I recently picked up a used bow. The sight has a light attached to illuminate the pins in low light. Is this legal to use to hunt big game in Utah? I did check the guidebook and it didn't say anything under the archery equipment section. So I thought some of you may know the answer.


----------



## TEX-O-BOB (Sep 12, 2007)

I don't think they're illegal, but if you need a light to see your pins, it's probably too dark... Or your peep is too small...


----------



## svmoose (Feb 28, 2008)

TEX-O-BOB said:


> I don't think they're illegal, but if you need a light to see your pins, it's probably too dark... Or your peep is too small...


thanks, I totally understand that. I don't really plan on using it I was just wondering if I needed to pull it off before the hunt starts.

I grew up bowhunting Wyoming and it was not legal to have any light attached to you bow (at least 10 years ago it wasn't).


----------



## Guest (Jun 7, 2011)

as long as the light doesnt project on the target you are shooting at, you're fine. i have one on my bow, never know when youre gonna need it  better to be safe, then sorry!


----------



## mikevanwilder (Nov 11, 2008)

TEX-O-BOB said:


> I don't think they're illegal, but if you need a light to see your pins, it's probably too dark... Or your peep is too small...
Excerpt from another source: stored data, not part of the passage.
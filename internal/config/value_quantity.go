package config

import (
	"regexp"
	"strings"

	"github.com/invopop/jsonschema"
	"go.yaml.in/yaml/v4"
)

// quantity is a number with a unit.
type quantity struct {
	dst *float64
	dim dimension
	// low and high are the limits, as quantities.
	low, high string
	// above excludes low itself.
	above bool
	// optional leaves the key out when the value is 0, which then means "not given".
	optional bool
	// absent, if given, says when the key is left out.
	absent func() bool
}

func (q quantity) wanted() string {
	return q.dim.wanted()
}

func (q quantity) limits() string {
	if q.above {
		return "more than " + q.low + " and at most " + q.high
	}
	return q.low + " to " + q.high
}

// bound is a limit as a number.
func (q quantity) bound(text string) float64 {
	f, bad := q.dim.parse(text)
	if bad != nil {
		panic("config: bad limit: " + text)
	}
	return f
}

func (q quantity) decode(d *decoder, n *yaml.Node, path string) {
	text, ok := d.scalar(q, n, path)
	if !ok {
		return
	}
	f, bad := q.dim.parse(text)
	if bad != nil {
		d.fail(n, path, found(n), bad.want, bad.hint)
		return
	}
	low := q.bound(q.low)
	if f < low || f > q.bound(q.high) || (q.above && f <= low) || q.signed(text) {
		d.fail(n, path, found(n), q.limits(), "")
		return
	}
	*q.dst = f
}

// signed says that text has a minus sign where no negative value exists: "-0 V" included, which
// the schema cannot tell from "-1 V".
func (q quantity) signed(text string) bool {
	return !q.negative() && strings.HasPrefix(text, "-")
}

// negative says that values written with a minus sign are within the limits.
func (q quantity) negative() bool {
	return strings.HasPrefix(q.low, "-") || q.dim.units[len(q.dim.units)-1].offset != ""
}

func (q quantity) encode() *yaml.Node {
	if q.optional && *q.dst == 0 || q.absent != nil && q.absent() {
		return nil
	}
	return scalarNode("!!str", q.dim.format(*q.dst))
}

func (q quantity) schema() *jsonschema.Schema {
	sign := `\+?`
	if q.negative() {
		sign = `[+-]?`
	}
	return &jsonschema.Schema{
		Type:     "string",
		Pattern:  "^" + sign + q.dim.pattern() + "$",
		Examples: []any{q.dim.example},
	}
}

// pattern matches an unsigned quantity, in the dialect that JSON Schema and Go share.
func (d dimension) pattern() string {
	var units []string
	for _, s := range d.spellings() {
		units = append(units, regexp.QuoteMeta(s))
	}
	return `([0-9]+(\.[0-9]*)?|\.[0-9]+)([eE][+-]?[0-9]+)?[` + gapChars + `]*(` +
		strings.Join(units, "|") + `)`
}

// scalarNode is a value or key to write. Words that old readers of YAML take for a truth value
// (off, NO) are put in quotes.
func scalarNode(tag, text string) *yaml.Node {
	n := &yaml.Node{Kind: yaml.ScalarNode, Tag: tag, Value: text}
	switch strings.ToLower(text) {
	case "y", "n", "yes", "no", "on", "off":
		n.Style = yaml.DoubleQuotedStyle
	}
	return n
}
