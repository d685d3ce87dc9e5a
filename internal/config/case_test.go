package config

import (
	"fmt"
	"math"
	"reflect"
	"testing"
)

// Goal: what is left out has the documented default. Method: the shortest input, whole.
func TestDefaults(t *testing.T) {
	want := &Case{
		Gap: 0.04, Geometry: Geometry{Shape: "planar", AreaRatio: 1},
		Gas: Gas{
			Pressure: 5, Temperature: 300, Mixture: []Component{{"Ar", 1}},
			IonizationSharing: EqualSharing, ElectronScattering: IsotropicScattering,
		},
		Drive: Drive{
			Tones: []Tone{{Frequency: 13.56e6, Amplitude: 250}},
		},
		Electrodes: Electrodes{
			Powered:  Electrode{SecondaryElectronEnergy: 1},
			Grounded: Electrode{SecondaryElectronEnergy: 1, Substrate: true},
		},
		Accuracy: Accuracy{0.01, 0.01},
		Seed:     1,
		Numerics: Numerics{Extrapolation: "auto"},
	}
	if got := mustParse(t, minimal); !got.Equal(want) {
		t.Errorf("got %+v, want %+v", got, want)
	}
}

// Goal: every key arrives in its field, in SI. Method: a sample with all keys, whole.
func TestEveryKey(t *testing.T) {
	want := &Case{
		Title:    "silane in hydrogen: two tones, 250 °C",
		Gap:      0.025,
		Geometry: Geometry{Shape: "planar", AreaRatio: 1},
		Gas: Gas{
			Pressure: 0.75 * 101325 / 760, Temperature: 523.15, Library: "../my gases",
			IonizationSharing: OpalSharing, ElectronScattering: ForwardScattering,
			FastNeutrals: &FastNeutrals{2},
			Mixture:      []Component{{"H2", 0.95}, {"SiH4", 0.0499}, {"NO", 1e-4}},
		},
		Drive: Drive{
			Tones: []Tone{
				{Frequency: 13.56e6, Amplitude: 200, Phase: math.Pi / 2},
				{Frequency: 2e6, Amplitude: 100},
			},
			Bias: -12.5,
		},
		Electrodes: Electrodes{
			Powered: Electrode{
				IonSecondaryYield: 0.1, SecondaryElectronEnergy: 0.5, ElectronReflection: 0.2,
				Substrate: true,
			},
			Grounded: Electrode{
				IonSecondaryYield: 0.05, SecondaryElectronEnergy: 1, Substrate: true,
			},
		},
		Accuracy:            Accuracy{0.005, 0.01},
		Budget:              Budget{600, 3000},
		Initial:             Initial{2.56e14, 2.5 * 1.602176634e-19 / 1.380649e-23},
		Film:                &Film{0.3e-9, 5e28},
		IonEnergyThresholds: []float64{20, 50},
		CoulombCollisions:   true,
		Seed:                math.MaxUint64,
		Numerics: Numerics{
			512, 4000, 200, "energy_conserving", 10, 5000, 1000,
			"off",
		},
	}
	got := mustParse(t, string(validFiles(t)["testdata/full.yaml"]))
	// The three products of doubles above round differently from the exact conversion.
	for _, f := range []struct{ got, want *float64 }{
		{&got.Gas.Pressure, &want.Gas.Pressure},
		{&got.Initial.ElectronTemperature, &want.Initial.ElectronTemperature},
		{&got.Film.GrowthRate, &want.Film.GrowthRate},
	} {
		if math.Abs(*f.got / *f.want - 1) > 4*0x1p-52 {
			t.Errorf("got %v, want %v", *f.got, *f.want)
		}
		*f.got = *f.want
	}
	if !got.Equal(want) {
		t.Errorf("got %+v, want %+v", got, want)
	}
}

// fillEvery sets every field of a struct to something that is not zero.
func fillEvery(v reflect.Value, set func(path string), path string) {
	for i := range v.NumField() {
		f, name := v.Field(i), path+"."+v.Type().Field(i).Name
		if !v.Type().Field(i).IsExported() {
			continue
		}
		old := reflect.New(f.Type()).Elem()
		old.Set(f)
		switch f.Kind() {
		case reflect.Struct:
			fillEvery(f, set, name)
			continue
		case reflect.Float64:
			f.SetFloat(f.Float() + 1)
		case reflect.Int:
			f.SetInt(f.Int() + 1)
		case reflect.Uint64:
			f.SetUint(f.Uint() + 1)
		case reflect.String:
			f.SetString(f.String() + "x")
		case reflect.Bool:
			f.SetBool(!f.Bool())
		case reflect.Slice:
			f.Set(reflect.MakeSlice(f.Type(), f.Len()+1, f.Len()+1))
		case reflect.Pointer:
			f.Set(reflect.New(f.Type().Elem()))
		default:
			panic(fmt.Sprint("no change for ", f.Kind()))
		}
		set(name)
		f.Set(old)
	}
}

// Goal: Equal sees every field and no position. Method: change each field in turn; read the same
// input from another place.
func TestEqual(t *testing.T) {
	c, same := mustParse(t, minimal), mustParse(t, "# a line more\n"+minimal)
	if !c.Equal(same) {
		t.Error("a comment makes a difference")
	}
	changed := 0
	fillEvery(reflect.ValueOf(same).Elem(), func(path string) {
		changed++
		if c.Equal(same) {
			t.Errorf("a change of %s makes no difference", path)
		}
	}, "")
	if changed != 66 {
		t.Errorf("%d fields were changed, want 66", changed)
	}
	same.IonEnergyThresholds = []float64{}
	if !c.Equal(same) {
		t.Error("an empty list differs from none")
	}
	if c.Equal(nil) || !(*Case)(nil).Equal(nil) {
		t.Error("nil is wrong")
	}
}

// Goal: the caller can point at any key. Method: lines and columns counted by hand.
func TestPosition(t *testing.T) {
	c := mustParse(t, minimal+"numerics:\n  cells: 100\n  scheme: auto\nseed:   7\n")
	for key, want := range map[string][2]int{
		"gap":                      {1, 6},
		"gas":                      {3, 3},
		"gas.pressure":             {3, 13},
		"gas.mixture.Ar":           {4, 13}, // the name, not the fraction
		"gas.mixture.He":           {4, 12}, // not there: the mixture
		"gas.temperature":          {3, 3},  // not there: the gas
		"drive.tones.0.frequency":  {6, 23},
		"drive.tones.0.phase":      {6, 11},
		"numerics.cells":           {8, 10},
		"numerics.ion_substeps":    {8, 3},
		"seed":                     {10, 9},
		"electrodes.powered":       {1, 1},
		"":                         {1, 1},
		"drive.tones.17.frequency": {6, 10},
	} {
		file, line, col := c.Position(key)
		if file != "test.yaml" || line != want[0] || col != want[1] {
			t.Errorf("%q: got %s:%d:%d, want %v", key, file, line, col, want)
		}
	}
	got := c.Errorf("gas.mixture.Ar", "Ar", "a gas of the library", "").Error()
	if want := "test.yaml:4:13: gas.mixture.Ar: got Ar, want a gas of the library"; got != want {
		t.Errorf("got %q, want %q", got, want)
	}
	copied := *c
	copied.Gap = 1
	if _, line, _ := copied.Position("seed"); line != 10 {
		t.Error("a copy lost its positions")
	}
	if got := new(Case).Errorf("gap", "0 m", "", "").Error(); got != "gap: got 0 m" {
		t.Errorf("case without file: got %q", got)
	}
}

// Goal: the fundamental is that of the decimals as written. Method: cases worked out by hand.
func TestFundamental(t *testing.T) {
	for _, c := range []struct {
		tones []float64
		want  float64
	}{
		{nil, 0},
		{[]float64{13.56e6}, 13.56e6},
		{[]float64{13.56e6, 27.12e6}, 13.56e6},
		{[]float64{27.12e6, 13.56e6}, 13.56e6},
		{[]float64{2e6, 13.56e6}, 40e3},
		{[]float64{13.56e6, 2e6, 60e6}, 40e3},
		{[]float64{0.1, 0.3}, 0.1},
		{[]float64{0.6, 0.45}, 0.15},
		{[]float64{5e6, 5e6}, 5e6},
		{[]float64{400e3, 1e10}, 400e3},
		{[]float64{5e6, 0}, 0},
		{[]float64{5e6, math.NaN()}, 0},
		{[]float64{5e6, math.Inf(1)}, 0},
	} {
		var d Drive
		for _, f := range c.tones {
			d.Tones = append(d.Tones, Tone{Frequency: f})
		}
		if got := d.Fundamental(); got != c.want {
			t.Errorf("%v: got %v, want %v", c.tones, got, c.want)
		}
	}
}

// Goal: exactly 1/1000 of the highest tone is allowed, less is not, and the two tones named are
// those that do it. Method: tones on both sides of the limit.
func TestUnrelated(t *testing.T) {
	for _, c := range []struct {
		tones []float64
		i, j  int
	}{
		{[]float64{1000, 1}, 0, 0},
		{[]float64{1001, 1}, 0, 1},
		{[]float64{1000, 999}, 0, 0},
		{[]float64{1001, 1000}, 0, 1},
		{[]float64{2000, 1000, 2001}, 0, 2},
		{[]float64{3000, 6000, 5999, 9000}, 0, 2},
		// Every two of these have a high enough one, 7 at least, but all have only 1.
		{[]float64{30 * 7, 30 * 11, 7 * 11 * 30, 7 * 11 * 31}, 0, 3},
	} {
		var d Drive
		for _, f := range c.tones {
			d.Tones = append(d.Tones, Tone{Frequency: f})
		}
		if i, j := d.unrelated(); i != c.i || j != c.j {
			t.Errorf("%v: got %d and %d, want %d and %d", c.tones, i, j, c.i, c.j)
		}
	}
}
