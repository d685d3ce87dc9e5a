package config

import (
	"bytes"
	"encoding/json"
	"fmt"
	"os"
	"strings"
	"testing"

	"github.com/santhosh-tekuri/jsonschema/v6"
	"go.yaml.in/yaml/v4"
)

// compiled is the schema, ready to check.
func compiled(t testing.TB) *jsonschema.Schema {
	t.Helper()
	src, err := Schema()
	if err != nil {
		t.Fatal(err)
	}
	doc, err := jsonschema.UnmarshalJSON(bytes.NewReader(src))
	if err != nil {
		t.Fatal(err)
	}
	c := jsonschema.NewCompiler()
	if err := c.AddResource("input.json", doc); err != nil {
		t.Fatal(err)
	}
	s, err := c.Compile("input.json")
	if err != nil {
		t.Fatal(err)
	}
	return s
}

// validate reads YAML the way an editor does, through JSON, and applies the schema.
func validate(s *jsonschema.Schema, src []byte) error {
	var data any
	if err := yaml.Load(src, &data); err != nil {
		return fmt.Errorf("yaml: %w", err)
	}
	text, err := json.Marshal(data)
	if err != nil {
		return fmt.Errorf("json: %w", err)
	}
	doc, err := jsonschema.UnmarshalJSON(bytes.NewReader(text))
	if err != nil {
		return fmt.Errorf("json: %w", err)
	}
	return s.Validate(doc)
}

// Goal: what the loader accepts, the schema accepts. Method: the samples and their resolved form.
func TestSchemaAcceptsSamples(t *testing.T) {
	s := compiled(t)
	for name, src := range validFiles(t) {
		resolved, err := mustParse(t, string(src)).Resolved()
		if err != nil {
			t.Fatal(err)
		}
		for _, text := range [][]byte{src, resolved} {
			if err := validate(s, text); err != nil {
				t.Errorf("%s: %v\n%s", name, err, text)
			}
		}
	}
}

// Goal: the schema sees the mistakes it can see, and which they are is known. Method: the files
// of the bad inputs.
func TestSchemaSeesMistakes(t *testing.T) {
	s := compiled(t)
	for _, b := range badInputs() {
		src, err := os.ReadFile(badDir + "/" + b.name + ".yaml")
		if err != nil {
			t.Fatal(err)
		}
		if err := validate(s, src); (err != nil) != b.schema {
			t.Errorf("%s: got %v, want an error: %v", b.name, err, b.schema)
		}
	}
}

// Goal: every key has a description, and every spelling of a unit is in its pattern. Method: walk
// the schema; put each spelling into the file.
func TestSchemaIsComplete(t *testing.T) {
	src, err := Schema()
	if err != nil {
		t.Fatal(err)
	}
	var root map[string]any
	if err := json.Unmarshal(src, &root); err != nil {
		t.Fatal(err)
	}
	keys := 0
	var walk func(path string, v any)
	walk = func(path string, v any) {
		switch v := v.(type) {
		case []any:
			for _, e := range v {
				walk(path, e)
			}
		case map[string]any:
			props, _ := v["properties"].(map[string]any)
			for key, p := range props {
				keys++
				if text, _ := p.(map[string]any)["description"].(string); len(text) < 8 {
					t.Errorf("%s.%s has no description", path, key)
				}
			}
			for key, e := range v {
				walk(path+"."+key, e)
			}
		}
	}
	walk("", root)
	if keys != 100 {
		t.Errorf("%d keys, want 100", keys)
	}
	if v, _ := root["$schema"].(string); !strings.Contains(v, "2020-12") {
		t.Errorf("dialect %q, want 2020-12", v)
	}
	s := compiled(t)
	for _, spelling := range pressure().spellings() {
		text := strings.Replace(minimal, "5 Pa", "1e-3 "+spelling, 1)
		if err := validate(s, []byte(text)); err != nil {
			t.Errorf("%s: %v", spelling, err)
		}
	}
}
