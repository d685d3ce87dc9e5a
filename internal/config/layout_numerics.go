package config

import (
	"fmt"

	"go.yaml.in/yaml/v4"
)

// numericsLayout: every key accepts auto, and so does the whole.
func numericsLayout(n *Numerics) value {
	return mapping{
		word: "auto",
		fields: []field{
			{
				key: "cells", value: integer{
					dst: &n.Cells, low: MinCells, high: MaxCells, auto: true,
					why: "two sheaths and a bulk cannot be told apart in fewer than 8 cells",
				},
				doc: "Cells between the electrodes. Default: auto.",
			},
			{
				key: "steps_per_period",
				value: integer{
					dst: &n.StepsPerPeriod, low: MinStepsPerPeriod,
					high: MaxStepsPerPeriod, auto: true,
					why: "fewer than 20 steps do not show the shape of a cosine",
				},
				doc: "Electron steps in a period of the fundamental. Default: auto.",
			},
			{
				key: "particles_per_cell",
				value: integer{
					dst: &n.ParticlesPerCell, low: 1, high: MaxParticlesPerCell,
					auto: true,
				},
				doc: "Particles of each species in a cell, at the start. Default: auto.",
			},
			{
				key: "scheme",
				value: choice{
					dst: &n.Scheme, auto: true,
					options: []string{MomentumConserving, EnergyConserving},
				},
				doc: "Interpolation of the field: momentum_conserving is linear between nodes; " +
					"energy_conserving is constant in a cell, and stays accurate with cells of " +
					"several Debye lengths. Default: auto.",
			},
			{
				key:   "ion_substeps",
				value: integer{dst: &n.IonSubsteps, low: 1, high: MaxIonSubsteps, auto: true},
				doc: "Ions move once every so many electron steps; divides steps_per_period. " +
					"Default: auto.",
			},
			{
				key: "periods", value: integer{dst: &n.Periods, low: 1, high: MaxPeriods, auto: true},
				doc: "Total number of RF periods of a run of fixed length, which makes no " +
					"density extrapolation and averages over the last average_periods. Default: auto, " +
					"the run ends when its accuracy is reached.",
			},
			{
				key:   "average_periods",
				value: integer{dst: &n.AveragePeriods, low: 1, high: MaxPeriods, auto: true},
				doc: "RF periods at the end of a run of fixed length that are averaged; needs " +
					"periods and is at most as many. Default: auto.",
			},
			{
				key: "density_extrapolation",
				value: choice{
					dst:     &n.Extrapolation,
					options: []string{ExtrapolationAuto, ExtrapolationOff},
				},
				doc: "off forbids the steps that project the density ahead while the run " +
					"settles. Default: auto.",
			},
		},
		check: n.check,
	}
}

// check holds the rules between the settings.
func (n *Numerics) check(d *decoder, _ *yaml.Node, path string) {
	fail := func(key, got, want string) {
		key = under(path, key)
		at := d.pos[key]
		d.fail(&yaml.Node{Line: at.line, Column: at.col}, key, got, want, "")
	}
	if n.IonSubsteps > 0 && n.StepsPerPeriod%n.IonSubsteps != 0 {
		fail("ion_substeps", fmt.Sprint(n.IonSubsteps),
			fmt.Sprintf("a divisor of the %d steps_per_period", n.StepsPerPeriod))
	}
	if n.AveragePeriods > 0 && n.Periods == 0 {
		fail("average_periods", fmt.Sprintf("%d without periods", n.AveragePeriods),
			"periods beside it")
	}
	if n.Periods > 0 && n.AveragePeriods > n.Periods {
		fail("average_periods", fmt.Sprint(n.AveragePeriods),
			fmt.Sprintf("at most the %d periods of the run", n.Periods))
	}
}
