package config

import (
	"go.yaml.in/yaml/v4"
)

func geometryLayout(g *Geometry) value {
	return mapping{
		fields: []field{
			{
				key:   "shape",
				value: choice{dst: &g.Shape, options: []string{Planar, Cylindrical, Spherical}},
				doc: "Plates, or shells around the powered electrode, which is the smaller one. " +
					"Default: planar.",
			},
			{
				key: "area_ratio", value: number{dst: &g.AreaRatio, low: 1, high: maxAreaRatio},
				doc: "Area of the grounded electrode over that of the powered one, at least 1. " +
					"Default: 1.",
			},
		},
		check: func(d *decoder, n *yaml.Node, path string) {
			if g.Shape == Planar && g.AreaRatio != 1 {
				d.fail(d.at(n, under(path, "area_ratio")), under(path, "area_ratio"),
					formatFloat(g.AreaRatio)+" with planar electrodes", "cylindrical or spherical ones",
					"plates have equal areas")
			}
		},
	}
}

func driveLayout(d *Drive) value {
	tone := func(t *Tone) value { return toneLayout(t, d) }
	return mapping{check: d.checkWhole, fields: append([]field{
		{
			key: "tones", value: list[Tone]{dst: &d.Tones, max: maxTones, what: "tones", item: tone},
			doc: "The cosines. Their frequencies are whole multiples of a common fundamental, " +
				"which is at least 1/1000 of the highest.",
		},
		{
			key:   "series",
			value: pointer[Series]{&d.Series, seriesLayout},
			doc:   "A named family of tones, instead of tones.",
		},
		{
			key: "trace", value: pointer[Trace]{&d.Trace, traceLayout},
			doc: "A measured voltage, instead of tones.",
		},
		{
			key: "pulse", value: pointer[Pulse]{&d.Pulse, pulseLayout},
			doc: "The tones are switched on and off; results are resolved over the pulse. " +
				"Default: a steady drive.",
		},
		{
			key: "bias",
			value: quantity{
				dst: &d.Bias, dim: voltage(), low: "-" + maxVoltage, high: maxVoltage,
				absent: func() bool {
					return d.Bias == 0 && (d.BlockingCapacitor.Given() || d.CurrentDriven())
				},
			},
			doc: "Constant voltage. Default: 0 V.",
		},
	}, circuitFields(d)...)}
}

// circuitFields are what is in series, and the targets.
func circuitFields(d *Drive) []field {
	return []field{
		{
			key: "blocking_capacitor",
			value: amount{
				&d.BlockingCapacitor, capacitancePerArea(), capacitance(), "0", "1",
			},
			doc: "Capacitor in series, per area of the powered electrode, or in all with " +
				"electrodes.powered.area. A self-bias builds up across it. Default: none.",
		},
		{
			key: "resistance",
			value: amount{
				&d.Resistance, resistanceTimesArea(), resistance(), "0", "1e6",
			},
			doc: "Resistance in series, times the area of the powered electrode, or in all. " +
				"Default: none.",
		},
		{
			key:   "inductance",
			value: amount{&d.Inductance, inductanceTimesArea(), inductance(), "0", "1"},
			doc: "Inductance in series, times the area of the powered electrode, or in all. " +
				"Default: none.",
		},
		{
			key: "power", value: amount{&d.Power, powerPerArea(), power(), "0", "1e7"},
			doc: "Power that the powered electrode is to take, per area or in all: the voltage is " +
				"found. Default: the voltage is given.",
		},
		{
			key: "current", value: amount{&d.Current, currentPerArea(), current(), "0", "1e6"},
			doc: "Root mean square of the current that is to flow, per area or in all: the voltage " +
				"is found. Default: the voltage is given.",
		},
		{
			key: "self_bias",
			value: quantity{
				dst: &d.SelfBias, dim: voltage(), low: "-" + maxVoltage, high: maxVoltage,
				optional: true,
			},
			doc: "Mean voltage that the powered electrode is to have: the voltage is found. " +
				"Default: the voltage is given.",
		},
		{
			key: "voltage_limit",
			value: quantity{
				dst: &d.VoltageLimit, dim: voltage(), low: "0 V", high: maxVoltage, above: true,
				optional: true,
			},
			doc: "Largest sum of amplitudes to try when power, current or self_bias are given. " +
				"Default: 2000 V.",
		},
	}
}

func toneLayout(t *Tone, d *Drive) value {
	return mapping{fields: []field{
		{
			key: "frequency", required: true,
			value: quantity{
				dst: &t.Frequency, dim: frequency(), low: "0 Hz", high: maxFrequency,
				above: true,
			},
			doc: "Frequency of the cosine.",
		},
		{
			key: "amplitude",
			value: quantity{
				dst: &t.Amplitude, dim: voltage(), low: "0 V", high: maxVoltage,
				absent: func() bool { return d.Targeted() || t.Current > 0 },
			},
			doc: "Amplitude, not peak to peak. At least one tone has more than 0 V.",
		},
		{
			key: "current",
			value: quantity{
				dst: &t.Current, dim: currentPerArea(), low: "0 A/m2", high: maxCurrent, above: true,
				optional: true,
			},
			doc: "Amplitude of a current density that is given instead of the voltage.",
		},
		{
			key:   "ratio",
			value: number{dst: &t.Ratio, high: 1e6, above: true, optional: true},
			doc: "Amplitude in relation to the other tones, where power, current or self_bias find " +
				"the voltage. Default: 1.",
		},
		{
			key:   "phase",
			value: quantity{dst: &t.Phase, dim: angle(), low: minPhase, high: maxPhase},
			doc: "Phase: the voltage is amplitude * cos(2 pi frequency t + phase). " +
				"Default: 0 deg.",
		},
	}}
}

func seriesLayout(s *Series) value {
	return mapping{
		fields: []field{
			{
				key: "shape", required: true,
				value: choice{dst: &s.Shape, options: []string{
					Asymmetric, Peaks, Valleys, SawtoothUp, SawtoothDown,
				}},
				doc: "asymmetric: fundamental with a phase, and its double, of equal amplitudes; " +
					"peaks, valleys: narrow pulses up or down; sawtooth_up, sawtooth_down: slow in " +
					"the direction of the name.",
			},
			{
				key: "frequency", required: true,
				value: quantity{
					dst: &s.Frequency, dim: frequency(), low: "0 Hz", high: maxFrequency, above: true,
				},
				doc: "Frequency of the fundamental.",
			},
			{
				key: "harmonics",
				value: integer{
					dst: &s.Harmonics, low: 1, high: maxHarmonics, optional: true,
				},
				doc: "Number of tones; asymmetric has two. Default: 4.",
			},
			{
				key: "amplitude",
				value: quantity{
					dst: &s.Amplitude, dim: voltage(), low: "0 V", high: maxVoltage, above: true,
					optional: true,
				},
				doc: "Sum of the amplitudes of the tones.",
			},
			{
				key:   "phase",
				value: quantity{dst: &s.Phase, dim: angle(), low: minPhase, high: maxPhase},
				doc:   "Phase of the fundamental of asymmetric. Default: 0 deg.",
			},
		},
		check: func(dec *decoder, n *yaml.Node, path string) {
			if s.Shape != Asymmetric && s.Phase != 0 || s.Shape == Asymmetric && s.Harmonics > 0 &&
				s.Harmonics != 2 {
				dec.fail(n, path, "a phase or another number of harmonics than "+s.Shape+" has",
					"phase with asymmetric alone, which has 2 harmonics", "")
			}
		},
	}
}

func pulseLayout(p *Pulse) value {
	return mapping{fields: []field{
		{
			key: "rate", required: true,
			value: quantity{
				dst: &p.Rate, dim: frequency(), low: "0 Hz", high: maxFrequency, above: true,
			},
			doc: "Rate of the pulses, rounded so that a pulse is a whole number of periods of the " +
				"fundamental.",
		},
		{
			key: "duty", required: true,
			value: quantity{dst: &p.Duty, dim: ratio(), low: "0 %", high: "100 %", above: true},
			doc:   "Part of the time in which the tones are on.",
		},
	}}
}

func traceLayout(t *Trace) value {
	return mapping{fields: []field{
		{
			key: "file", required: true, value: folder{&t.File},
			doc: "CSV file of time and voltage, relative to this file; see the README.",
		},
		{
			key: "frequency", required: true,
			value: quantity{
				dst: &t.Frequency, dim: frequency(), low: "0 Hz", high: maxFrequency, above: true,
			},
			doc: "Frequency of the fundamental: one period of it is taken from the start of the file.",
		},
		{
			key: "harmonics",
			value: integer{
				dst: &t.Harmonics, low: 1, high: maxHarmonics, optional: true,
			},
			doc: "How many harmonics are kept: the band limit. Default: 20.",
		},
	}}
}

// checkAreas wants the area where something is given in all.
func (c *Case) checkAreas(d *decoder, n *yaml.Node, _ string) {
	if c.Electrodes.Powered.Area > 0 {
		return
	}
	for _, a := range []struct {
		key string
		of  Amount
	}{
		{"blocking_capacitor", c.Drive.BlockingCapacitor},
		{"resistance", c.Drive.Resistance},
		{"inductance", c.Drive.Inductance},
		{"power", c.Drive.Power},
		{"current", c.Drive.Current},
	} {
		if a.of.Total {
			key := "drive." + a.key
			d.fail(d.at(n, key), key, "a total", "a value per area, or electrodes.powered.area",
				"")
		}
	}
}
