// Package config reads the input file of a run and checks it.
//
// The file is YAML. Quantities are text with a unit ("5 Pa", "13.56 MHz"); a Case holds them as
// plain numbers in SI units, with energies in eV. Everything that is wrong with a file is
// reported at once, each error with line, column, key, what was found and what is wanted.
//
//	c, source, err := config.Load("argon.yaml")
//	if err != nil {
//		return err // an inputerr.List
//	}
//	if !known(c.Gas.Mixture[0].Gas) {
//		return c.Errorf("gas.mixture.Xx", "Xx", "a gas of the library", "")
//	}
//
// The words used here: a key path is the keys from the top joined by dots, list elements counted
// from 0 ("drive.tones.0.frequency"). The layout is the tree of all keys: it is written down once,
// in layout.go, and reading, writing (Resolved) and the JSON Schema (Schema) all follow it. To add
// a key, add the field to Case, a line to the layout, and its limits to limits.go.
package config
I agree with Tex. If you need it, it is probably to dark to shoot anyway. I bought a Tru-glo sight last year for my bow, it came with a light but I have never used it and I have never actually needed it as the fiber optics work fine enough by themselves right past legal shooting hours. So i say unless your breaking the law and shooting past legal hours then you don't need it.
Oh and no as far as my knowledge goes they are not illegal.


----------



## dkhntrdstn (Sep 7, 2007)

You can use it.I would keep it on the sight.If you are hunting in dark timber and you get a cloud cover you can turn that bad boy on and make you pins stick out better. great tool to have on a sight.that my 1.00 worth.


----------



## middlefork (Nov 2, 2008)

I use them once in awhile at indoor 3D shoots. The batteries died last sumer and I never replaced them for hunting.


----------



## guapon1978 (Jun 7, 2011)

I think they are more useful in a dark ground blind situation where their is little outside light for your pins but the target is in the daylight, I find that if my pins are too bright it blurs the target and is hard to pick a small spot to aim at. Mine came with a light but I have never used it.


----------



## Huge29 (Sep 17, 2007)

They are legal, however the use would make a harvest ineligible for Pope & Young entry along with anything in excess of 60% let off I think is the number.


----------